Exercise materials:
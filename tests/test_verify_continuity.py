"""The loss and the efficiency curve are continuous through the CCM/DCM boundary.

References used here:
* Erickson & Maksimovic, *Fundamentals of Power Electronics*, 3rd ed., ch. 5: at the CCM/DCM
  boundary the idle interval is zero, so every waveform, and every loss computed from them,
  meets its CCM value there; ch. 4: the recovered charge and the device capacitances.
* η = P_out/(P_out + ΣP_loss) (Erickson & Maksimovic ch. 3): a fixed loss P_fix caps the
  efficiency at P_out/(P_out + P_fix), which falls to zero with the load.

The stage is invented.
"""

from __future__ import annotations

import numpy as np
import pytest

from partpick.verify.stage import Stage
from partpick.verify.steady_state import steady_state

# 6 V to 24 V at 400 kHz with every loss term present: a fast diode with recovered charge,
# junction capacitance, gate charge, a controller's fixed loss
STAGE = Stage(
    inductance_h=15e-6, dcr_ohm=0.0165, rds_on_ohm=0.0065, hot_factor=1.5, diode_vf_v=0.47,
    cout_f=4.8e-6, esr_ohm=0.004, output_count=3, fsw_hz=400e3, qgd_c=5e-9, coss_f=420e-12,
    qrr_c=20e-9, diode_if_avg_a=3.0, cj_f=100e-12, qg_c=10e-9, gate_drive_v=10.0,
    quiescent_w=0.02,
)  # fmt: skip
VIN_V, VOUT_V = 6.0, 24.0


def _state(iout_a: float):
    return steady_state(STAGE, VIN_V, VOUT_V / iout_a, vout_v=VOUT_V)


def _boundary_load_a(low_a: float, high_a: float, width_a: float) -> tuple[float, float]:
    """Bisect the load at which the mode changes to ``width_a``."""
    low_mode = _state(low_a).mode
    assert _state(high_a).mode != low_mode
    while high_a - low_a > width_a:
        middle = 0.5 * (low_a + high_a)
        if _state(middle).mode == low_mode:
            low_a = middle
        else:
            high_a = middle
    return low_a, high_a


def test_no_loss_step_at_the_boundary_beyond_what_the_load_step_explains():
    loads = np.linspace(0.05, 0.3, 101)  # 2.5 mA steps through the boundary
    totals = np.array([_state(i).total_loss_w for i in loads])
    modes = {_state(i).mode for i in loads}
    assert modes == {"ccm", "dcm"}
    slope_w_per_a = float(np.max(np.abs(np.diff(totals)) / np.diff(loads)))
    # across a 1 µA load step at the boundary the loss may move by the sweep's steepest slope
    # times that step (ten times it, for the curvature); a step left in the model (the old
    # C_oss clamp or the recovery loss switching off) would be tens of mW
    low_a, high_a = _boundary_load_a(0.05, 0.3, 1e-6)
    below, above = _state(low_a), _state(high_a)
    assert {below.mode, above.mode} == {"ccm", "dcm"}
    allowed_w = 10.0 * slope_w_per_a * (high_a - low_a)
    assert allowed_w < 1e-3
    assert abs(above.total_loss_w - below.total_loss_w) < allowed_w
    for key in ("coss", "diode_cj", "recovery", "switching"):
        assert abs(above.losses_w[key] - below.losses_w[key]) < allowed_w, key


def test_efficiency_falls_towards_light_load_once_fixed_losses_exist():
    # fixed: Qg·V·f = 10 nC·10 V·400 kHz = 40 mW (Graovac, Pürschel and Kiep, section 4)
    # plus the controller's 20 mW, so η ≤ P_out/(P_out + 60 mW)
    for iout_a in (0.01, 0.02, 0.05):
        pout_w = VOUT_V * iout_a
        assert _state(iout_a).efficiency <= pout_w / (pout_w + 0.060) + 1e-9
    curve = [_state(i).efficiency for i in (0.01, 0.02, 0.05, 0.1)]
    assert curve == sorted(curve)
    assert curve[0] < 0.8  # 0.24 W out against 60 mW fixed: at best 80 %, in fact less


@pytest.mark.parametrize("iout_a", [0.8, 0.05])
def test_every_named_term_reaches_the_input(iout_a):
    # energy balance, P_in = P_out + Σ losses, with every term booked (Erickson & Maksimovic
    # ch. 3): nothing a term adds is lost from the account
    state = _state(iout_a)
    assert state.pin_w == pytest.approx(state.pout_w + state.total_loss_w, rel=1e-6)
    assert state.losses_w["gate_drive"] == pytest.approx(0.040)
    assert state.losses_w["quiescent"] == pytest.approx(0.020)
    assert {n.term for n in state.not_included} == {"core", "leakage"}  # no data given here
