"""``partpick stress`` and the shared spec options: table, JSON, overrides, bad input."""

from __future__ import annotations

import json
from io import StringIO
from pathlib import Path

import pytest
import typer
from rich.console import Console
from typer.testing import CliRunner

from partpick.cli import app
from partpick.cli.common import friendly_errors
from partpick.cli.spec_options import option_flag, with_spec_options
from partpick.design.spec import SPEC_KEYS, Spec
from partpick.design.topologies import analyse
from partpick.render.stress import render_stress

DATA = Path(__file__).parent / "data" / "design"
LOGGER = str(DATA / "logger.toml")
BAD_FILES = sorted((DATA / "bad").glob("*.toml"))
ISSUE_3_JSON_KEYS = [
    "duty_min", "duty_max", "l_min_h", "l_max_h", "l_recommended_h",
    "il_avg_max_a", "il_ripple_max_a", "il_peak_max_a", "il_rms_max_a",
    "isw_rms_max_a", "vsw_max_v", "id_avg_a", "id_peak_max_a", "vd_reverse_max_v",
    "icout_rms_max_a", "cout_min_f", "esr_max_ohm", "icin_rms_max_a", "ccm", "cautions",
]  # fmt: skip
FULL_COMMAND_LINE = [
    "--vin-min", "6.0 V", "--vin-max", "8.4 V", "--vout", "24 V", "--iout", "0.8 A",
    "--fsw", "400 kHz", "--vout-ripple", "120 mV",
]  # fmt: skip

runner = CliRunner()


def run(*args: str):
    return runner.invoke(app, ["stress", *args], env={"COLUMNS": "120"})


def run_json(*args: str) -> dict:
    result = run(*args, "--format", "json")
    assert result.exit_code == 0, result.output
    return json.loads(result.stdout)


def test_table_groups_figures_and_shows_cautions():
    result = run(LOGGER)
    assert result.exit_code == 0, result.output
    for heading in ["Inductor", "Switch", "Diode", "Output capacitor", "Input capacitor"]:
        assert heading in result.stdout
    assert "peak current at l_min" in result.stdout
    assert "4.37 A" in result.stdout  # hand-worked in tests/test_boost.py: 4.3676 A at 6 V
    assert "9.8 µH" in result.stdout  # l_min = 9.797 µH
    assert "Cautions" in result.stdout
    assert "qualified engineer" in result.stdout
    assert "Warnings" in result.stdout  # iout_min = 50 mA runs in DCM
    assert "DCM" in result.stdout


def test_json_has_the_issue_3_keys_in_si_units():
    data = run_json(LOGGER)
    for key in ISSUE_3_JSON_KEYS:
        assert key in data, key
    # Hand-worked in tests/test_boost.py (Texas Instruments SLVA372 forms).
    assert data["l_min_h"] == pytest.approx(9.797e-6, rel=2e-4)
    assert data["cout_min_f"] == pytest.approx(13.125e-6, rel=1e-9)
    assert data["duty_max"] == pytest.approx(0.7875, rel=1e-9)
    # smallest E12 L with L·(1 − 0.2) ≥ 9.797 µH (the default ±20 %): 15 µH
    assert data["l_recommended_h"] == pytest.approx(15e-6)
    assert data["ccm"] is True
    assert isinstance(data["cautions"], list) and all(isinstance(c, str) for c in data["cautions"])
    assert data["worst_vin_v"]["il_peak_max_a"] == pytest.approx(6.0)
    assert data["units"]["cout_min_f"] == "F"
    assert data["spec"]["fsw_hz"] == 400e3


def test_cli_overrides_win_over_the_file():
    # D_max = 1 - 5·0.85/24 = 0.822917 once vin_min is overridden to 5 V (SLVA372 duty form).
    data = run_json(LOGGER, "--vin-min", "5", "--ripple-ratio", "0.3,0.5")
    assert data["duty_max"] == pytest.approx(1 - 5 * 0.85 / 24, rel=1e-12)
    assert data["spec"]["vin_min_v"] == 5.0
    assert data["spec"]["ripple_ratio_lo"] == 0.3
    assert data["spec"]["vout_v"] == 24.0  # from the file


def test_spec_entirely_on_the_command_line():
    data = run_json(*FULL_COMMAND_LINE)
    assert data["cout_min_f"] == pytest.approx(13.125e-6, rel=1e-9)
    assert data["spec"]["source"] is None


def test_hazardous_voltage_in_json():
    # IEC 62368-1 ES1 limit 60 V DC
    data = run_json(*FULL_COMMAND_LINE, "--vout", "100 V")
    assert any("60 V" in text and "IEC 62368-1" in text for text in data["cautions"])


def test_high_duty_warning_is_visible_in_the_table():
    # 2 V to 48 V at η = 0.85: D = 0.965 (above 0.9, common practice)
    result = run(*FULL_COMMAND_LINE, "--vin-min", "2", "--vin-max", "3", "--vout", "48")
    assert result.exit_code == 0, result.output
    assert "Warnings" in result.stdout and "duty cycle reaches 0.965" in result.stdout


@pytest.mark.parametrize("path", BAD_FILES, ids=[p.stem for p in BAD_FILES])
def test_bad_spec_files_exit_2_naming_the_key(path):
    key = path.read_text(encoding="utf-8").splitlines()[0].removeprefix("# expect:")
    key = key.split("|")[0].strip()
    result = run(str(path))
    assert result.exit_code == 2, result.output
    assert f"'{key}'" in result.stderr
    assert "Traceback" not in result.output
    assert result.stderr.count("\n") == 1  # one line


@pytest.mark.parametrize(
    ("args", "key"),
    [
        (["--vin-min", "6"], "vin_max"),
        ([LOGGER, "--vout", "7"], "vout"),
        ([LOGGER, "--efficiency", "1.5"], "efficiency"),
        ([LOGGER, "--ripple-ratio", "0.5"], "ripple_ratio"),
        ([LOGGER, "--fsw", "400 kV"], "fsw"),
        ([str(DATA / "missing.toml")], "(file)"),
    ],
)
def test_bad_options_exit_2_naming_the_key(args, key):
    result = run(*args)
    assert result.exit_code == 2, result.output
    assert f"'{key}'" in result.stderr
    assert "Traceback" not in result.output


def test_help_lists_every_spec_option():
    result = run("--help")
    assert result.exit_code == 0, result.output
    for key in SPEC_KEYS:
        assert option_flag(key) in result.stdout, key


def test_rendered_table_at_fixed_width():
    console = Console(file=StringIO(), width=100, color_system=None)
    render_stress(analyse(_spec_from_file()), console)
    text = console.file.getvalue()
    assert "il_peak_max_a" in text  # wide enough for the JSON key column
    assert "6 V" in text  # the Vin where the peak is worst


def _spec_from_file() -> Spec:
    from partpick.design.spec import load_spec

    return load_spec(LOGGER)


def test_another_command_takes_a_spec_with_one_decorator():
    toy = typer.Typer()
    seen: dict[str, object] = {}

    @toy.callback()
    def main() -> None:
        """A toy app with two commands, as partpick has."""

    @toy.command("probe")
    @friendly_errors
    @with_spec_options
    def probe(role: str, spec: Spec, top: int = 3) -> None:
        seen.update(role=role, spec=spec, top=top)

    result = CliRunner().invoke(toy, ["probe", "inductor", LOGGER, "--fsw", "1 MHz", "--top", "5"])
    assert result.exit_code == 0, result.output
    assert seen["role"] == "inductor" and seen["top"] == 5
    assert isinstance(seen["spec"], Spec) and seen["spec"].fsw_hz == 1e6
    bad = CliRunner().invoke(toy, ["probe", "inductor", LOGGER, "--vout", "1"])
    assert bad.exit_code == 2 and "'vout'" in bad.stderr


def test_the_ripple_at_l_min_is_one_row():
    # The ripple at l_min is, by the sizing, hi·IL(vin_min) (Erickson & Maksimovic ch. 2,
    # inductor ripple; issue 3's window): one figure, printed once.
    from partpick.design.spec import load_spec
    from partpick.design.topologies import analyse

    spec = load_spec(Path(__file__).parents[1] / "catalogs" / "scenarios" / "field-logger.toml")
    labels = [fig.label for fig in analyse(spec).figures.values()]
    assert sum("ripple" in label and "l_min" in label for label in labels) == 1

Work task: From the material above, set down exactly the lines starting at the one with "low_a = middle" and ending at the one with "totals = np.array([_state(i).total_loss_w", end lines included.

Answer to this exercise:
            low_a = middle
        else:
            high_a = middle
    return low_a, high_a


def test_no_loss_step_at_the_boundary_beyond_what_the_load_step_explains():
    loads = np.linspace(0.05, 0.3, 101)  # 2.5 mA steps through the boundary
    totals = np.array([_state(i).total_loss_w for i in loads])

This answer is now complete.